→ Data for analysis
--- START ---
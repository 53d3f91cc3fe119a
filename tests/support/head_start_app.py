"""The app opened as the command line opens it, with the head start's child forked first, in a
process of its own (a fork belongs at the start of a process with one thread, never in a test
worker): ``python -m tests.support.head_start_app WALK CONFIG [--stop]`` prints one JSON line.

``--stop``: the child dies at once, before it writes a row (as if it had died), and is ended
and reaped before the app starts; it is made to die rather than killed from here, because on a
busy machine a child killed at once could still have written its first part. The app's own reading
waits for the child's rows (``keeping_pace``, ``HEAD_START_WAIT_S``), so the outcome is the
same on a busy machine. The line says how the walk opened: ``kept`` (the sheet kept the head
start's rows), ``same`` (the sheet's rows are those the app makes from its own reading,
``all_rows``), ``parts`` (head-start parts shown), ``code`` and ``message`` (the app's exit),
``reaped`` (no child left behind).
"""

from __future__ import annotations

import asyncio
import json
import os
import sys
from pathlib import Path


def _dies_at_once(fd: int, path: str, raw: bytes) -> None:
    """The child of ``--stop``: out before it reads the walk, no row written."""
    os._exit(1)


def main(argv: list[str]) -> int:
    from gaugewalk.tui.app.launch import start

    path, config = argv[0], Path(argv[1])
    if "--stop" in argv:
        from gaugewalk.tui.app import headstart

        headstart._child = _dies_at_once   # looked up when the child is forked
    head, make_app = start(path)   # as the command line starts the app
    if head is None:
        print(json.dumps({"head_start": False}))
        return 0
    if "--stop" in argv:
        head.stop()
    from gaugewalk.tui.app import app as app_module
    from gaugewalk.tui.app.screens.walk import WalkScreen
    from gaugewalk.tui.app.sheet.rows import all_rows
    from gaugewalk.tui.app.widgets.runsheet import RunSheet
    from tests.support.app_helpers import opened

    out: dict = {"head_start": True}
    # the app's own reading waits for the child's rows however busy the machine is, so what is
    # shown does not depend on which of the two processes is first
    app_module.HEAD_START_WAIT_S = 600.0
    head.keeping_pace = lambda wait=0.0: True   # type: ignore[method-assign]

    async def run() -> None:
        app = make_app(path, config_dir=config, head_start=head)
        async with app.run_test(size=(80, 24)) as pilot:
            await opened(app, pilot)
            screen = app.screen
            if isinstance(screen, WalkScreen) and app.session is not None:
                out["kept"] = screen.head_start_kept
                out["parts"] = len(screen._head_parts)
                out["same"] = screen.query_one(RunSheet).rows == all_rows(app.session)
            await pilot.press("ctrl+q")
        out["code"] = app.return_code
        out["message"] = app.exit_message

    asyncio.run(run())
    try:
        os.waitpid(head._pid, os.WNOHANG)
        out["reaped"] = False
    except ChildProcessError:
        out["reaped"] = True
    print(json.dumps(out))
    return 0


if __name__ == "__main__":
    sys.exit(main(sys.argv[1:]))
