/**
 * @param {HTMLElement} box  the .lb-bench element the plugin wrote
 * @param {{query: (request: object) => Promise<any>, root: URL}} engine
 */
export async function initWorkbench(box, engine) {
  const app = box.querySelector(".lb-bench-app");
  // the data sits in a template, out of reach of the theme's script re-creation on page changes
  const tpl = box.querySelector("template.lb-bench-tpl");
  const data = JSON.parse((tpl ? tpl.content : box).querySelector(".lb-bench-data").textContent);
  app.innerHTML = `
    <div class="lb-bench-start">
      <label>Start from <select class="lb-bench-from">
        <option value="">choose…</option>
        ${data.starts.map((s, i) => `<option value="s${i}">${esc(s.label)}</option>`).join("")}
        <option value="file">a design file on this device…</option>
      </select></label>
      <input type="file" class="lb-bench-file" accept=".toml,text/plain" hidden>
    </div>
    <details class="lb-bench-plan"><summary>Plan from the modules of this design</summary>
      <div class="lb-form">
        <div class="lb-field"><label>Modules</label><input name="modules" inputmode="numeric" value="40"><span class="lb-err"></span></div>
        <div class="lb-field"><label>Supply</label><select name="supply"><option>dropper</option><option>cv</option><option>suggest</option></select></div>
        <div class="lb-field"><label>Current at the worst corner, per string</label><input name="current_max" placeholder="module maximum"><span class="lb-err"></span></div>
        <div class="lb-field"><label>Current floor at the low corner</label><input name="current_min" placeholder="half the maximum"><span class="lb-err"></span></div>
        <div class="lb-field"><label>Brightness steps</label><input name="steps" placeholder="60 %; 100 %"><span class="lb-err"></span></div>
        <div class="lb-tools"><button type="button" class="lb-bench-run-plan">Plan</button></div>
      </div>
      <ul class="lb-warn lb-bench-plan-out"></ul>
    </details>
    <form class="lb-bench-form" autocomplete="off"></form>
    <div class="lb-bench-pin" aria-live="polite"><span class="lb-bench-verdict">open or start a design</span></div>
    <ul class="lb-warn lb-bench-errors"></ul>
    <div class="lb-bench-review"></div>
    <div class="lb-tools lb-bench-tools">
      <button type="button" class="lb-bench-save">Save .toml</button>
      <button type="button" class="lb-bench-share">Share link</button>
      <button type="button" class="lb-bench-print">Print sheet</button>
      <span class="lb-bench-note"></span>
    </div>
    <div class="lb-bench-sheet"></div>`;
  const form = app.querySelector(".lb-bench-form");
  const note = app.querySelector(".lb-bench-note");
  const errs = app.querySelector(".lb-bench-errors");
  let schema = null;
  let doc = null; // {tables: {table: {key: text}}, wires: [{key: text}]}
  let timer = 0;
  let generation = 0;

  const ask = async (request) => {
    const ans = await engine.query(request);
    if (!ans || ans.ok === undefined) return { ok: false, errors: [{ field: "", message: "no answer from the engine" }] };
    return ans;
  };
  // asked once, as soon as the engine is up; every form waits for it
  const schemaReady = ask({ kind: "design_schema" });

  function cvDesign() {
    return !!(doc && doc.tables.supply && Object.keys(doc.tables.supply).length);
  }

  function field(table, key, spec, value, wire) {
    const id = `lb-b${box.dataset.block}-${wire === undefined ? "" : "w" + wire + "-"}${table || "top"}-${key}`;
    const req = spec.required ? " *" : "";
    const hint = spec.default !== null && spec.default !== undefined ? `default ${spec.default}` : `e.g. ${spec.example}`;
    return `<div class="lb-field" data-table="${esc(table)}" data-key="${esc(key)}"${wire === undefined ? "" : ` data-wire="${wire}"`}>
      <label for="${id}">${esc(key.replace(/_/g, " "))}${req}</label>
      <input id="${id}" value="${esc(value ?? "")}" placeholder="${esc(hint)}" spellcheck="false">
      <span class="lb-err"></span></div>`;
  }

  function drawForm() {
    const cv = cvDesign();
    let out = "";
    for (const t of schema.tables) {
      if ((t.kind === "mains" && cv) || (t.kind === "cv" && !cv)) continue;
      const values = doc.tables[t.name] || {};
      const filled = t.keys.filter((k) => values[k.name] !== undefined && values[k.name] !== "").length;
      const open = t.name === "" || t.name === "array" || t.name === "dropper" || t.name === "supply";
      out += `<details class="lb-bench-table"${open ? " open" : ""}><summary>${esc(TITLES[t.name] || t.name)}
        <span class="lb-small">${filled} of ${t.keys.length} set</span></summary><div class="lb-form">`;
      for (const k of t.keys) out += field(t.name, k.name, k, values[k.name]);
      out += "</div></details>";
    }
    out += `<details class="lb-bench-table"><summary>Wire runs <span class="lb-small">${doc.wires.length}</span></summary>`;
    doc.wires.forEach((w, i) => {
      out += `<fieldset class="lb-bench-wire"><legend>Run ${i + 1}</legend><div class="lb-form">`;
      for (const k of schema.wire) out += field("wire", k.name, k, w[k.name], i);
      out += `<div class="lb-tools"><button type="button" data-remove-wire="${i}">Remove run ${i + 1}</button></div></div></fieldset>`;
    });
    out += `<div class="lb-tools"><button type="button" class="lb-bench-add-wire">Add a wire run</button></div></details>`;
    form.innerHTML = out;
  }

  function readForm() {
    const tables = {};
    const wires = doc.wires.map(() => ({}));
    for (const f of form.querySelectorAll(".lb-field")) {
      const v = f.querySelector("input").value.trim();
      if (v === "") continue;
      if (f.dataset.wire !== undefined) wires[Number(f.dataset.wire)][f.dataset.key] = v;
      else (tables[f.dataset.table] ||= {})[f.dataset.key] = v;
    }
    // keys and tables the form does not show (unknown to the schema, or of the other supply kind) are kept
    for (const [t, values] of Object.entries(doc.tables)) {
      const shown = form.querySelector(`.lb-field[data-table="${CSS.escape(t)}"]`);
      if (!shown) tables[t] = { ...values };
      else for (const [k, v] of Object.entries(values)) {
        if (!form.querySelector(`.lb-field[data-table="${CSS.escape(t)}"][data-key="${CSS.escape(k)}"]`)) (tables[t] ||= {})[k] = v;
      }
    }
    return { tables, wires };
  }

  function showErrors(list) {
    for (const f of form.querySelectorAll(".lb-field")) {
      f.classList.remove("lb-bad");
      f.querySelector(".lb-err").textContent = "";
    }
    const loose = [];
    for (const e of list) {
      const name = String(e.field || "");
      let m = name.match(/^wire\[(\d+)\]\.(\w+)$/);
      let el = m ? form.querySelector(`.lb-field[data-wire="${m[1]}"][data-key="${m[2]}"]`) : null;
      if (!el && (m = name.match(/^(?:(\w+)\.)?(\w+)$/))) {
        el = form.querySelector(`.lb-field[data-table="${m[1] || ""}"][data-key="${m[2]}"]:not([data-wire])`);
      }
      if (el) {
        el.classList.add("lb-bad");
        el.querySelector(".lb-err").textContent = e.expected ? `got ${e.value}; expected ${e.expected}` : e.message;
        el.closest("details").open = true;
      } else loose.push(e.message);
    }
    errs.innerHTML = loose.map((m) => `<li>${esc(m)}</li>`).join("");
  }

  function drawReview(ans) {
    const pin = app.querySelector(".lb-bench-pin");
    const nom = ans.nominal || {};
    const worst = ans.worst_high || {};
    const verdict = ans.failed ? `${ans.failed} failed` : ans.warned ? `passes, ${ans.warned} warned` : "passes";
    pin.dataset.status = ans.failed ? "fail" : ans.warned ? "warn" : "pass";
    pin.innerHTML = `<span class="lb-bench-verdict">${esc(verdict)}</span>
      <span>LED ${si(nom.led_current_avg_A, "A")}</span>
      <span>worst string ${si(worst.string_current_avg_A, "A")}</span>
      <span>${si(nom.input_power_W, "W")}</span>
      ${nom.power_factor !== undefined ? `<span>PF ${nom.power_factor.toFixed(2)}</span>` : ""}`;
    const checks = (ans.checks || []).slice().sort((a, b) => ({ fail: 0, warn: 1, pass: 2 })[a.status] - ({ fail: 0, warn: 1, pass: 2 })[b.status]);
    app.querySelector(".lb-bench-review").innerHTML = `<ul class="lb-bench-checks">${checks
      .map((c) => `<li data-status="${esc(c.status)}"><span class="lb-bench-st">${esc(c.status)}</span> <code>${esc(c.id)}</code> ${esc(c.message)}</li>`)
      .join("")}</ul>${(ans.cautions || []).length ? `<details class="lb-caution"><summary>Cautions</summary><ul>${ans.cautions.map((c) => `<li>${esc(c)}</li>`).join("")}</ul></details>` : ""}`;
  }

  async function toml() {
    const ans = await ask({ kind: "design_toml", doc: readForm() });
    if (!ans.ok) { showErrors(ans.errors); return null; }
    return ans.toml;
  }

  async function review() {
    const mine = ++generation;
    const text = await toml();
    if (text === null || mine !== generation) return;
    const ans = await ask({ kind: "check", toml: text });
    if (mine !== generation) return;
    box.dataset.reviewed = String(Number(box.dataset.reviewed || 0) + 1);
    if (!ans.ok) {
      showErrors(ans.errors);
      app.querySelector(".lb-bench-pin").dataset.status = "error";
      app.querySelector(".lb-bench-verdict").textContent = "fix the marked fields";
      return;
    }
    showErrors([]);
    drawReview(ans);
  }

  function later() {
    clearTimeout(timer);
    timer = setTimeout(review, DELAY);
  }

  async function load(text, source) {
    schema = await schemaReady;
    if (!schema.ok) { note.textContent = "the engine could not start: the workbench needs it"; return false; }
    const ans = await ask({ kind: "design_doc", toml: text });
    if (!ans.ok) { showErrors(ans.errors); note.textContent = `${source}: not a design file`; return false; }
    doc = ans.doc;
    doc.wires ||= [];
    drawForm();
    note.textContent = `opened ${source}`;
    await review();
    return true;
  }

  function save(text) {
    const name = ((doc.tables[""] || {}).name || "fixture").replace(/[^\w.-]+/g, "-").toLowerCase() + ".toml";
    const url = URL.createObjectURL(new Blob([text], { type: "text/plain" }));
    const a = document.createElement("a");
    a.href = url;
    a.download = name;
    document.body.append(a);
    a.click();
    a.remove();
    setTimeout(() => URL.revokeObjectURL(url), 1000);
    note.textContent = `saved ${name}`;
  }

  form.addEventListener("input", later);
  form.addEventListener("click", (ev) => {
    const t = ev.target;
    if (!(t instanceof HTMLElement)) return;
    if (t.classList.contains("lb-bench-add-wire")) {
      doc = readForm();
      doc.wires.push({ name: `run ${doc.wires.length + 1}`, carries: "line" });
      drawForm();
      later();
    } else if (t.dataset.removeWire !== undefined) {
      doc = readForm();
      doc.wires.splice(Number(t.dataset.removeWire), 1);
      drawForm();
      later();
    }
  });
  app.querySelector(".lb-bench-from").addEventListener("change", async (ev) => {
    const v = ev.target.value;
    if (v === "file") { app.querySelector(".lb-bench-file").click(); return; }
    if (!v) return;
    const start = data.starts[Number(v.slice(1))];
    try {
      const r = await fetch(new URL(start.path, engine.root));
      if (!r.ok) throw new Error(`${r.status}`);
      await load(await r.text(), start.label);
    } catch (e) {
      note.textContent = `could not open ${start.label} (${e.message})`;
    }
  });
  app.querySelector(".lb-bench-file").addEventListener("change", async (ev) => {
    const file = ev.target.files && ev.target.files[0];
    if (!file) return;
    if (file.size > 200000) { note.textContent = "file: over 200 kB; expected a design file (.toml)"; return; }
    await load(await file.text(), file.name);
  });
  app.querySelector(".lb-bench-save").addEventListener("click", async () => {
    if (!doc) { note.textContent = "nothing to save yet"; return; }
    const text = await toml(); // the form stays as it is whatever happens
    if (text === null) { note.textContent = "not saved: fix the marked fields first"; return; }
    save(text);
  });
  app.querySelector(".lb-bench-share").addEventListener("click", async () => {
    if (!doc) { note.textContent = "nothing to share yet"; return; }
    const text = await toml();
    if (text === null) return;
    const enc = b64encode(text);
    if (enc.length > SHARE_LIMIT) {
      note.textContent = `too large for a link (${enc.length} characters, limit ${SHARE_LIMIT}): save the file and send it instead`;
      return;
    }
    const url = new URL(location.href);
    url.search = "?design=" + enc;
    url.hash = "";
    history.replaceState(null, "", url);
    try { await navigator.clipboard.writeText(url.href); note.textContent = "link copied"; }
    catch { note.textContent = "link in the address bar"; }
  });
  app.querySelector(".lb-bench-print").addEventListener("click", async () => {
    if (!doc) { note.textContent = "nothing to print yet"; return; }
    const text = await toml();
    if (text === null) return;
    const ans = await ask({ kind: "sheet", toml: text });
    if (!ans.ok) { showErrors(ans.errors); return; }
    // the sheet is built by the core, which escapes everything the file says
    app.querySelector(".lb-bench-sheet").innerHTML = `<h2>${esc(ans.name)}</h2>` + ans.html;
    window.print();
  });
  app.querySelector(".lb-bench-run-plan").addEventListener("click", async () => {
    const out = app.querySelector(".lb-bench-plan-out");
    if (!doc) { out.innerHTML = "<li>start from a design first: the planner uses its module and mains</li>"; return; }
    const options = {};
    for (const el of app.querySelectorAll(".lb-bench-plan [name]")) options[el.name] = el.value;
    out.innerHTML = "<li>planning…</li>";
    const ans = await ask({ kind: "plan", doc: readForm(), options });
    for (const el of app.querySelectorAll(".lb-bench-plan .lb-err")) el.textContent = "";
    if (!ans.ok) {
      out.innerHTML = "";
      for (const e of ans.errors) {
        const input = app.querySelector(`.lb-bench-plan [name="${CSS.escape(String(e.field || "").replace(/^target\./, ""))}"]`);
        if (input) input.parentElement.querySelector(".lb-err").textContent = e.expected ? `expected ${e.expected}` : e.message;
        else out.innerHTML += `<li>${esc(e.message)}</li>`;
      }
      return;
    }
    const why = (q) => Object.entries(q.failed_why || {})
      .map(([id, m]) => `<li>${q.series} × ${q.parallel}: ${esc(id)}: ${esc(m)}</li>`).join("");
    if (!ans.doc) {
      out.innerHTML = `<li>no design: ${esc(ans.constraint)}</li>` + ans.proposals.map(why).join("");
      return;
    }
    const p = ans.proposals[ans.best];
    out.innerHTML = `<li>planned ${p.series} × ${p.parallel} on ${esc(p.supply)}; it passed the review (no failing check)`
      + (p.warned.length ? `; warnings: ${esc(p.warned.join(", "))}` : "") + "</li>"
      + (p.hazards.length ? `<li>single-fault hazards the review finds: ${esc(p.hazards.join(", "))}</li>` : "")
      + ans.notes.map((n) => `<li>${esc(n)}</li>`).join("");
    doc = ans.doc;
    doc.wires ||= [];
    drawForm();
    await review();
  });

  const shared = new URLSearchParams(location.search).get("design");
  if (shared) {
    let text;
    try { text = shared.length <= SHARE_LIMIT ? b64decode(shared) : null; } catch { text = null; }
    if (text === null) note.textContent = "the shared link does not hold a design";
    else await load(text, "the shared link");
  }
}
--- END ---
→ Exercise instructions
All lines with the word "starts" are needed; pull them from the entries and copy each.

→ Answer section
and reaped before the app starts; it is made to die rather than killed from here, because on a
    head, make_app = start(path)   # as the command line starts the app
        ${data.starts.map((s, i) => `<option value="s${i}">${esc(s.label)}</option>`).join("")}
    const start = data.starts[Number(v.slice(1))];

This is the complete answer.